Members & roles
A namespace member is a user × namespace × role. Roles control what’s visible and what’s mutable in the console and the REST API.
Role permissions
Section titled “Role permissions”| Viewer | Editor | Admin | Owner | |
|---|---|---|---|---|
| List databases | ✓ | ✓ | ✓ | ✓ |
| Read tables | ✓ | ✓ | ✓ | ✓ |
| Mutate data / create tables | – | ✓ | ✓ | ✓ |
| Create / edit endpoints | – | ✓ | ✓ | ✓ |
| Mint API tokens | – | – | ✓ | ✓ |
| Invite / remove members | – | – | ✓ | ✓ |
| Manage billing | – | – | – | ✓ |
| Delete namespace | – | – | – | ✓ |
The owner role is non-transferable in the console — to hand off
ownership, the new owner must be invited as admin, then the current
owner downgrades themselves; the platform promotes the senior admin
automatically when a namespace has zero owners.
Inviting
Section titled “Inviting”Settings → Members → Invite:
- Enter email + role.
- The invitation is created and emailed (Resend if
RESEND_API_KEYis configured; otherwise the link appears in the response for manual delivery). - The invitee accepts at
console.persql.com/invite/<token>. If they’re not signed in, they sign up first. - Acceptance creates the
namespaceMemberrow and revokes the invitation token.

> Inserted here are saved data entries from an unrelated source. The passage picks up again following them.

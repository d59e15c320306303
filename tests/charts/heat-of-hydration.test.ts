import { describe, it, expect } from "vitest";
import { heatOfHydrationChart } from "../../lib/charts/heat-of-hydration";

describe("heat of hydration chart", () => {
  const model = {
    label: "thermodynamic heat of hydration",
    referenceTemperatureC: 20,
    curve: [
      { equivalentAgeH: 1, cumulativeHeatJPerGBinder: 2.5 },
      { equivalentAgeH: 24, cumulativeHeatJPerGBinder: 210 },
      { equivalentAgeH: 8760, cumulativeHeatJPerGBinder: 470 },
    ],
    perPhaseCheckJPerGCement: { lerchBogue: 470, taylor1997: 480 },
    cementFractionOfBinder: 0.5,
  };

  it("gives the cumulative heat at every equivalent age of the curve", () => {
    expect(heatOfHydrationChart(model).rows).toEqual([
      { equivalentAgeH: 1, heat: 2.5 },
      { equivalentAgeH: 24, heat: 210 },
      { equivalentAgeH: 8760, heat: 470 },
    ]);
  });

  it("draws the classic per-phase heats as the check, per g binder for the cement's share of the binder", () => {
    const chart = heatOfHydrationChart({ ...model, cementFractionOfBinder: 0.75, perPhaseCheckJPerGCement: { lerchBogue: 455.9, taylor1997: 466.9 } });
    // 455.9 × 0.75 = 341.925, rounded to 0.1 J/g for the label; Taylor's set is named in the note.
    expect(chart.thresholds).toEqual([{ label: "Complete hydration, Lerch & Bogue per-phase heats, cement share", value: 341.9, unit: "J/g", axis: "left" }]);
    expect(chart.note).toContain("Taylor 1997: 350.2 J/g binder");
    const plain = heatOfHydrationChart({ ...model, cementFractionOfBinder: 1 });
    expect(plain.thresholds.map((t) => t.value)).toEqual([470]);
    expect(plain.thresholds[0].label).not.toMatch(/share/);
  });

  it("reads equivalent age on a log axis at the model's reference temperature, heat in J/g binder, and names the heat source", () => {
    const chart = heatOfHydrationChart(model);
    expect(chart.x).toEqual({ key: "equivalentAgeH", label: "Equivalent age at 20 °C", unit: "h", scale: "log" });
    expect(chart.yLeft.unit).toBe("J/g binder");
    expect(chart.note).toContain("thermodynamic heat of hydration");
  });
});
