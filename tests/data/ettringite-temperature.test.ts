import { describe, it, expect } from "vitest";
import { componentTotals, equilibrateSystem } from "../../lib/equilibrium/equilibrate";
import { defaultSuppressedPhases } from "../../lib/data/kinetic-constraints";
import { loadDataset, type Dataset } from "../../lib/data/load-dataset";

/**
 * Ettringite against temperature in a fully hydrated Portland-cement-like composition, w/c 0.5 (issue 3
 * acceptance): published temperature studies find ettringite in Portland pastes at 20 °C but not after curing at
 * 80–90 °C, where sulfate is held in monosulfate, the pore solution and the C-S-H (Lothenbach, Winnefeld, Alder,
 * Wieland & Lunk 2007, Cem. Concr. Res. 37, 483; Paul & Glasser 2000, Cem. Concr. Res. 30, 1869; Taylor, Famy &
 * Scrivener 2001, Cem. Concr. Res. 31, 683; from memory).
 *
 * Composition: the typical CEM I oxides of tests/data/cement-equilibria.test.ts (the ASTM C150 Bogue example with
 * typical MgO and alkalis) with 1 g calcite per 100 g as a minor additional constituent; typical, not a specific
 * cement. Without the calcite this composition holds no ettringite even at 20 °C in the model (monosulfate and
 * C4AH13 take the sulfate and the rest of the Al), so the calcite is part of the preset.
 */
const typicalCementWithMinorCalcite = { CaO: 63.9, SiO2: 20.6, Al2O3: 5.07, Fe2O3: 2.9, SO3: 2.53, MgO: 2.0, Na2O: 0.2, K2O: 0.8, H2O: 50, CaCO3: 1 };
/** The hydrogarnets that the default kinetic constraints enable from 50 °C (lib/data/kinetic-constraints.json). */
const HYDROGARNETS = ["katoite", "siliceous-hydrogarnet"];
const SULFATE_HOSTS_AFM = ["monosulfate-14", "monosulfate-12", "monosulfate-10.5", "kuzel-salt", "fe-monosulfate"];

const loaded = loadDataset();
if (!loaded.ok) throw new Error(loaded.error.message);
const elementsOf = new Map(loaded.value.species.map((s) => [s.id, s.elements]));

function equilibrium(temperatureC: number, extraSuppressed: string[] = [], dataset?: Dataset) {
  const totals = componentTotals(typicalCementWithMinorCalcite, "g");
  if (!totals.ok) throw new Error(totals.error.message);
  const result = equilibrateSystem({ temperatureC, elementTotalsMol: totals.value, suppressedPhases: [...defaultSuppressedPhases(temperatureC), ...extraSuppressed], dataset });
  if (!result.ok) throw new Error(JSON.stringify(result.error));
  return result.value;
}
type Result = ReturnType<typeof equilibrium>;
const moles = (r: Result, id: string) => r.phases.find((p) => p.id === id)?.moles ?? 0;
/** Sulfur held by the given solids, mol per 100 g cement. */
const sulfurIn = (r: Result, ids: string[]) => ids.reduce((sum, id) => sum + moles(r, id) * (elementsOf.get(id)?.S ?? 0), 0);
const sulfurInSolution = (r: Result) => (r.solution?.elementMolality.S ?? 0) * (r.solution?.waterKg ?? 0);
const cementTotals = componentTotals(typicalCementWithMinorCalcite, "g");
if (!cementTotals.ok) throw new Error(cementTotals.error.message);
const totalSulfurMol = cementTotals.value.S;

describe("ettringite in a hydrated Portland-cement-like composition, w/c 0.5, at 20 °C", () => {
  const r = equilibrium(20);

  it("is stable (Lothenbach et al. 2007, Cem. Concr. Res. 37, 483; Lothenbach & Winnefeld 2006, Cem. Concr. Res. 36, 209)", () => {
    expect(moles(r, "ettringite")).toBeGreaterThan(0);
  });

  it("accounts for all the sulfate in solids and solution (mass balance, 1e-6 relative)", () => {
    const held = sulfurIn(r, ["ettringite", ...SULFATE_HOSTS_AFM, "gypsum", "anhydrite", "syngenite"]) + sulfurInSolution(r);
    expect(Math.abs(held / totalSulfurMol - 1)).toBeLessThan(1e-6);
  });
});

describe("ettringite in the same composition at 85 °C", () => {
  it("is still stable with the default kinetic constraints: KNOWN DEVIATION", () => {
    // KNOWN DEVIATION. Target: no ettringite at 80–90 °C, sulfate in AFm and solution (Lothenbach et al. 2007;
    // Paul & Glasser 2000; Taylor, Famy & Scrivener 2001; from memory). Reason, from the numbers: from 50 °C the
    // default constraints let siliceous hydrogarnet form, and it is so much more stable than the AFm phases in this
    // data set (saturation index about +1.4 already at 20 °C, where it is suppressed) that it takes all the Al not in
    // ettringite and hydrotalcite; no AFm is left to take sulfate, so ettringite remains the only solid sulfate host
    // until it gives way to anhydrite between 87 and 88 °C. Sulfate uptake by C-S-H, large at high temperature, is not in the
    // data set either. The Cp of Al(OH)4- is not the cause (see below). Pinned: ettringite 6–8 mmol per 100 g
    // cement (7.0 computed), holding about two thirds of the sulfate, next to siliceous hydrogarnet and no AFm.
    const r = equilibrium(85);
    expect(moles(r, "ettringite")).toBeGreaterThan(0.006);
    expect(moles(r, "ettringite")).toBeLessThan(0.008);
    expect(moles(r, "siliceous-hydrogarnet")).toBeGreaterThan(0);
    expect(sulfurIn(r, SULFATE_HOSTS_AFM)).toBe(0);
  });

  it("is not stable, and sulfate is held in monosulfate and the pore solution, when the hydrogarnets stay suppressed as at 20 °C (the published picture: Paul & Glasser 2000; Taylor, Famy & Scrivener 2001; from memory)", () => {
    // Diagnostic, not the default: whether Al-siliceous hydrogarnet should be enabled at 85 °C in pastes heat-cured
    // for hours to days is a kinetic question the data set answers with a single 50 °C switch.
    const r = equilibrium(85, HYDROGARNETS);
    expect(moles(r, "ettringite")).toBe(0);
    const inAfmAndSolution = sulfurIn(r, SULFATE_HOSTS_AFM) + sulfurInSolution(r);
    expect(Math.abs(inAfmAndSolution / totalSulfurMol - 1)).toBeLessThan(1e-6);
    expect(sulfurIn(r, SULFATE_HOSTS_AFM)).toBeGreaterThan(0);
  });

  it("does not depend on the heat capacity of Al(OH)4-: Al is conserved among the solids, so the ion cancels (a property of the mass balance, not a reference value)", () => {
    // Cp of Al(OH)4- raised by 300 J/(mol K), far beyond any published difference from the constant value.
    const species = loaded.value.species.map((s) =>
      s.id === "Al(OH)4-" && s.heatCapacity?.model === "constant" ? { ...s, heatCapacity: { ...s.heatCapacity, cpJPerMolK: s.heatCapacity.cpJPerMolK + 300 } } : s,
    );
    // A new version string: standard-state properties are cached per data-set version.
    const changed = { ...loaded.value, species, version: `${loaded.value.version}-al-hydroxide-cp-plus-300` };
    const base = equilibrium(85);
    const shifted = equilibrium(85, [], changed);
    expect(Math.abs(moles(shifted, "ettringite") / moles(base, "ettringite") - 1)).toBeLessThan(1e-3);
  });
});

You can also invite via the agent — “invite jane@acme.com as editor”
— which calls propose_invite_member.
Database-level sharing
Section titled “Database-level sharing”Sometimes a namespace member should only see one specific database. Database → Sharing grants:
- Viewer — read-only on this database (overrides namespace-wide viewer).
- Editor — full read/write on this database (overrides namespace viewer).
Sharing rows live in database_share and are checked in
requireDatabaseAccess middleware after the namespace role check.
Removing a member
Section titled “Removing a member”Settings → Members → ⋮ → Remove. Sessions on the console invalidate within ~60s (next token / cookie revalidation cycle). API tokens minted by the removed member remain valid until revoked — review the API tokens page after a removal.